The small town experience has its perks. I had mostly the same classmates K-12, my classes were small, I wrestled varsity despite being 2-20, and I had the opportunity to wander my hometown with friends independently. I think that youthful autonomy is lacking in many of today’s kids. I also think living away from anything close to civilization encourages ambition. The “I wonder what’s out there?” motivation.

But, by and large, growing up in rural Missouri sucked. The people were very religious, prejudiced, and nepotistic. The school was under-resourced and staffed with alumni who were severely unqualified. To say the town was poor was an understatement.

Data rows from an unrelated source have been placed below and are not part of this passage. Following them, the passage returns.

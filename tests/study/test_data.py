"""DATA files: fast where they are clean, exact everywhere, and every bad row named."""

import random
from collections.abc import Iterator
from pathlib import Path

import numpy as np
import pytest
from hypothesis import given, settings
from hypothesis import strategies as st

from quietmill.instant import parse_time
from quietmill.model import NO_TIME, Outcome
from quietmill.settings import Characteristic
from quietmill.study import arrow, columns, data
from quietmill.study.columns import DataError
from quietmill.study.data import Chunk, History

HEADER = "time,characteristic,value\n"


def characteristic(name: str, **more: object) -> Characteristic:
    return Characteristic.model_validate(
        {"id": name, "topic": f"t/{name}", "baseline": {"centre": 240.0, "sigma": 2.0}, **more}
    )


PLANT = [characteristic("press1.force"), characteristic("press2.force")]


@pytest.fixture(params=["with pyarrow", "without pyarrow"])
def reader(request: pytest.FixtureRequest, monkeypatch: pytest.MonkeyPatch) -> None:
    if request.param == "without pyarrow":
        monkeypatch.setattr(arrow, "pa", None)
    else:
        assert arrow.pa is not None


def read(path: Path, wide: bool = False) -> tuple[np.ndarray, list[tuple[int, str]]]:
    """Return all readings, and line and outcome of each refusal."""
    chunks = list(History(PLANT, wide).read(path))
    readings = np.concatenate([chunk.readings for chunk in chunks])
    return readings, [(refusal.line, refusal.outcome.label) for chunk in chunks for refusal in chunk.refusals]


def written(tmp_path: Path, text: str | bytes, name: str = "d.csv") -> Path:
    path = tmp_path / name
    path.write_bytes(text if isinstance(text, bytes) else text.encode())
    return path


@pytest.mark.usefixtures("reader")
def test_rows_become_readings(tmp_path: Path) -> None:
    text = HEADER + "2026-03-02T08:14:30Z,press2.force,241.5\n2026-03-02T08:14:30.25Z,press1.force,-0.0\n"
    readings, refusals = read(written(tmp_path, text))
    assert readings["row"].tolist() == [1, 0]
    assert readings["time"].tolist() == [1772439270000000, 1772439270250000]
    assert readings["value"].tolist() == [241.5, 0.0]
    assert readings["message"].tolist() == [0, 1]
    assert readings["fingerprint"].tolist() == [np.float64(241.5).view(np.uint64), 0]
    assert set(readings["arrival"].tolist()) == set(readings["sequence"].tolist()) == {NO_TIME}
    assert refusals == []


@pytest.mark.usefixtures("reader")
def test_every_bad_row_is_named_by_line_and_outcome_and_the_rest_goes_on(tmp_path: Path) -> None:
    rows = {
        "2026-03-02T08:14:30Z,press1.force,241.5": None,
        "yesterday,press1.force,241": "bad_time",
        "2026-03-02T08:14:30,press1.force,241": "bad_time",  # without an offset
        "2026-03-02T08:14:31Z,press1.force,1e999": "not_a_number",
        "2026-03-02T08:14:32Z,press1.force,1_000": "not_a_number",
        "2026-03-02T08:14:33Z,press1.force,NaN": "not_a_number",
        "2026-03-02T08:14:34Z,press9.force,240": "unrouted",
        "2026-03-02T08:14:35Z,press1.force": "no_member",
        "2026-03-02T08:14:36Z,press1.force,": "no_member",
        ",press1.force,240": "no_member",
        "2026-03-02T08:14:37Z,press1.force,9e99": "out_of_range",
        '2026-03-02T08:14:38Z,press1.force,"240,5"': "not_a_number",
        "2026-13-02T08:14:39Z,press1.force,240": "bad_time",
        " 2026-03-02t08:14:40+01:00 , press1.force , 240 ": None,
        "1772439281,press2.force,239": None,
        "1772439282000.5,press2.force,239": None,
    }
    readings, refusals = read(written(tmp_path, HEADER + "\n".join(rows) + "\n"))
    assert refusals == [(line, outcome) for line, outcome in enumerate(rows.values(), start=2) if outcome]
    assert readings["time"].tolist() == [
        1772439270000000,
        parse_time("2026-03-02T07:14:40Z"),
        1772439281000000,
        1772439282000500,
    ]


def rows_of(count: int, seed: int, dirty: float) -> str:
    """Return rows of which some are unusual or bad."""
    stream, lines = random.Random(seed), []
    for step in range(count):
        value, when = (
            f"{stream.gauss(240, 2):.3f}",
            f"2026-03-02T{step // 3600 % 24:02}:{step // 60 % 60:02}:{step % 60:02}Z",
        )
        if stream.random() < dirty:
            value = stream.choice(["", "x", "1e999", " 240 ", "1e400", "-0", "240.0000000000000000001"])
        if stream.random() < dirty:
            when = stream.choice(["", "1772439281", "2026-03-02T08:14:30.1234567Z", "2026-02-30T00:00:00Z", "x"])
        name = stream.choice(["press1.force", "press2.force", "press1.force"] + ["press3.force"] * (dirty > 0))
        lines.append(f"{when},{name},{value}")
    return HEADER + "\n".join(lines) + "\n"


@settings(max_examples=30)
@given(st.integers(0, 10**6), st.sampled_from([0.0, 0.002, 0.2]), st.sampled_from([7, 64, 32_768]))
def test_fast_and_exact_reading_give_the_same(
    tmp_path_factory: pytest.TempPathFactory, seed: int, dirty: float, rows: int
) -> None:
    path = written(tmp_path_factory.mktemp("data"), rows_of(400, seed, dirty))
    with pytest.MonkeyPatch.context() as patch:
        patch.setattr(columns, "CHUNK_ROWS", rows)
        patch.setattr(arrow, "BLOCK_BYTES", 64 * rows)
        fast, fast_refusals = read(path)
        patch.setattr(arrow, "pa", None)
        plain, plain_refusals = read(path)
        patch.setattr(History, "_at_once", raise_doubt)
        slow, slow_refusals = read(path)
    assert fast.tobytes() == plain.tobytes() == slow.tobytes()
    assert fast_refusals == plain_refusals == slow_refusals


def raise_doubt(*_: object) -> None:
    raise data._DoubtError


def test_adjacent_rows_of_a_message_are_one_also_across_chunks(tmp_path: Path, monkeypatch: pytest.MonkeyPatch) -> None:
    monkeypatch.setattr(columns, "CHUNK_ROWS", 2)
    rows = [
        "a,press1.force,1",
        "a,press2.force,2",
        "a,press1.force,3",
        ",press1.force,4",
        ",press1.force,5",
        "b,press1.force,6",
    ]
    text = "message,characteristic,value,time\n" + "".join(
        f"{row},177243927{place}\n" for place, row in enumerate(rows)
    )
    readings, _ = read(written(tmp_path, text))
    first, *rest = readings["message"].tolist()
    assert [number - first for number in rest] == [0, 0, 3, 4, 5]
    assert len(set(readings["fingerprint"][:3].tolist())) == 1
    assert readings["fingerprint"][3:].tolist() == readings["value"][3:].view(np.uint64).tolist()


def test_sequence_and_arrival_are_read_where_they_are(tmp_path: Path) -> None:
    rows = ["10,press1.force,1,7,11", "12,press1.force,1,,", "13,press1.force,1,x,14"]
    text = "\n".join(["time,characteristic,value,sequence,arrival", *rows])
    readings, refusals = read(written(tmp_path, text))
    assert readings["sequence"].tolist() == [7, NO_TIME]
    assert readings["arrival"].tolist() == [11_000_000, NO_TIME]
    assert refusals == [(4, "not_a_number")]


def test_a_wide_file_has_a_column_for_each_characteristic(tmp_path: Path) -> None:
    text = "time,press1.force,press2.force\n10,240,241\n20,,242\n30,243,\n"
    readings, refusals = read(written(tmp_path, text), wide=True)
    assert readings["row"].tolist() == [0, 1, 1, 0]
    assert readings["value"].tolist() == [240, 241, 242, 243]
    assert readings["time"].tolist() == [10_000_000, 10_000_000, 20_000_000, 30_000_000]
    assert refusals == []


def test_messages_are_numbered_through_all_files(tmp_path: Path) -> None:
    history = History(PLANT)
    paths = [written(tmp_path, HEADER + f"{when},press1.force,240\n", f"{when}.csv") for when in (10, 20)]
    chunks: Iterator[Chunk] = (chunk for path in paths for chunk in history.read(path))
    assert [chunk.readings["message"].tolist() for chunk in chunks] == [[0], [1]]


@pytest.mark.usefixtures("reader")
@pytest.mark.parametrize(
    ("content", "said"),
    [
        (b"", "is empty"),
        (b"a,b\n1,2\n", "lacks time, characteristic, value"),
        (b"time,press1.force\n1,2\n", "use --wide"),
        (b"\x7fELF\x02\x01\x01\x00\x00\xff\xfe\n", "is not CSV text"),
    ],
)
def test_a_file_that_is_no_data_gets_one_clear_error(tmp_path: Path, content: bytes, said: str) -> None:
    with pytest.raises(DataError, match=said):
        read(written(tmp_path, content))


def test_a_missing_file_a_folder_and_a_foreign_format_are_named(tmp_path: Path) -> None:
    for path, said in (
        (tmp_path / "none.csv", "cannot be read"),
        (tmp_path, "is a folder"),
        (tmp_path / "x.parquet", "give CSV"),
    ):
        with pytest.raises(DataError, match=said):
            read(path)


@pytest.mark.usefixtures("reader")
def test_text_that_is_not_utf_8_costs_its_row_only(tmp_path: Path) -> None:
    content = HEADER.encode() + b"10,press1.force,240\n11,pre\xffss,240\n12,press1.force,241\n"
    readings, refusals = read(written(tmp_path, content))
    assert readings["value"].tolist() == [240, 241]
    assert refusals == [(3, "unrouted")]


def test_an_outcome_counts_once_a_row(tmp_path: Path) -> None:
    chunks = list(History(PLANT).read(written(tmp_path, rows_of(300, 1, 0.3))))
    assert sum(len(chunk.readings) + len(chunk.refusals) for chunk in chunks) == 300
    assert Outcome.ACCEPTED not in {refusal.outcome for chunk in chunks for refusal in chunk.refusals}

To say it was out of time was accurate. To say I have an irrational resentment of my hometown is also accurate.

The population is down to around 800-850 now and I haven’t been back in 5-7 years. I didn’t attend my reunion and have stayed in touch with very few of my Trump-supporting classmates. Even though it was released before my existence, Paul and Art nail the feeling of escaping small town USA with “My Little Town.”